Louise Elisabeth had several extramarital affairs, such as her liaison with the handsome Philippe Charles de La Fare. These infidelities incensed her husband, whose jealousy made him turn physically violent against his wife. He is reported to have hurt his wife to the point that she had to see a doctor on two separate occasions. After a particularly dramatic scene in the Conti household, the princess refused to live with her husband anymore and took refuge with her mother. Later she fled to a convent. According to Saint-Simon, she once said of her husband:
he could not make a prince du sang without her, while she could make one without him.
The first years of her marriage were full of court cases at the Parlement de Paris against her husband due to his violent temper and her desire to leave him. In 1725, she consented to return to the Prince of Conti, who had her confined to the Chateau de l'Isle-Adam. She was able later, however, to convince him to allow her to return to Paris in order to give birth to her daughter, Louise Henriette.
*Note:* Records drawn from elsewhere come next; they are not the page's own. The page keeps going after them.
def test_per_curve_choices_are_drawn_as_their_distribution():
    kiln = make_kiln_firing(30, random_state=0)
    smoother = skfunc.CurveSmoother(grid=kiln.grid, per_curve=True).fit(kiln.data)
    chosen = smoother.choose_alphas(kiln.data)
    display = AlphaCriterionDisplay.from_estimator(smoother, kiln.data)
    heights = np.array([bar.get_height() for bar in display.bars_])
    # one bar per candidate; numpy counts how often each candidate was chosen
    expected = np.array([np.sum(np.isclose(chosen, a, rtol=1e-9, atol=0))
                         for a in smoother.alphas_path_])
    np.testing.assert_array_equal(heights, expected)
    assert heights.sum() == len(kiln.data)
    assert display.lines_ == []  # no pooled curve marked as "the" choice
    assert display.chosen_lines_[0].get_xdata()[0] == np.median(chosen)  # numpy
    with pytest.raises(ValueError, match="pass the curves X"):
        AlphaCriterionDisplay.from_estimator(smoother)


def test_score_display_draws_sklearn_pca_scores_and_labels_chosen_curves():
    fpca = _pca_like_fpca()
    t = fpca.grid_
    X, _, _ = make_smooth_regression(200, grid=t, random_state=0)
    h = t[1] - t[0]
    pca = PCA(n_components=4).fit(X)
    # rectangle-rule functional PCA scores are sklearn's scores times sqrt(h)
    # (common practice; see _pca_like_fpca)
    fpca.transform = lambda Z: pca.transform(Z) * np.sqrt(h)
    names = np.array([f"run {i}" for i in range(len(X))])
    display = ComponentScoreDisplay.from_estimator(
        fpca, X, components=(0, 2), labels=names, highlight=[5, 17])
    expected = pca.transform(X)[:, [0, 2]] * np.sqrt(h)
    np.testing.assert_allclose(display.points_.get_offsets(), expected)
    assert [a.get_text() for a in display.annotations_] == ["run 5", "run 17"]
    np.testing.assert_allclose([a.xy for a in display.annotations_], expected[[5, 17]])
    ratio = 100 * fpca.explained_variance_ratio_[2]
    assert display.ax_.get_ylabel() == f"component 3 score ({ratio:.1f}% of variance)"
    mask = np.zeros(len(X), dtype=bool)
    mask[[3, 4]] = True
    by_mask = ComponentScoreDisplay.from_estimator(fpca, X, highlight=mask)
    assert [a.get_text() for a in by_mask.annotations_] == ["3", "4"]
    with pytest.raises(ValueError, match="two different ints from 0 to 3"):
        ComponentScoreDisplay.from_estimator(fpca, X, components=(1, 1))
    with pytest.raises(ValueError, match="highlight"):
        ComponentScoreDisplay.from_estimator(fpca, X, highlight=[200])
    with pytest.raises(ValueError, match="labels"):
        ComponentScoreDisplay.from_estimator(fpca, X, labels=["a"])
    with pytest.raises(ValueError, match="color"):
        ComponentScoreDisplay.from_estimator(fpca, X, color=[1.0, 2.0])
Her husband died a year later.
Due to his open support of the Scottish economist John Law who had implemented the introduction of paper money to France during the Regence of the young King Louis XV of France, her husband had made a fortune.
Her husband died in 1727 at the Hotel de Conti in Paris due to a "chest swelling". Louise Elisabeth was known at court either as Madame la Princesse de Conti troisieme or Madame la Princesse de Conti derniere douairiere, in order to distinguish Louise Elisabeth from the other two widowed princesses of Conti still alive:
The Dowager Princess and her aunt the Dowager Duchess of Orleans joined forces in 1743 to arrange the marriage of her son to her first cousin, Louise Diane d'Orleans, and that of her daughter to Louise Diane's nephew, the heir to the House of Orleans. This helped to somewhat smooth over the century-long feud between the House of Conde and House of Orleans, a feud fueled by the animosity between Louise Elisabeth's mother and aunt, the Princess of Conde and the Duchess of Orleans, both legitimised daughters of Louis XIV and Madame de Montespan.
After the death of her mother in June 1743, she acquired the chateau de Louveciennes, which later reverted to the Crown. Louis XV in turn gave it to the successor of Madame de Pompadour, Madame du Barry. The Dowager Princess of Conti later also acquired the chateau de Voisins.
Later, in 1746, the Dowager Princess was asked by Louis XV to present his new mistress, the future Madame de Pompadour, at court. She attended the ball at Versailles in honour of the marriage of Infanta Maria Teresa Rafaela of Spain to Louis, Dauphin of France in 1745. According to Nancy Mitford's Madame de Pompadour book, the proud Dowager Princess was annoyed at no one recognising her. She obliged the king in the hope that he would help her escape her debts, a tactic which worked.
The princess died at her town house in Paris at the age of eighty-one, on 27 May 1775. She was buried at the Eglise Saint-Sulpice in Paris. She had just sold the Hotel de Conti to her grandson Louis Francois de Bourbon-Conti who moved in in the next year.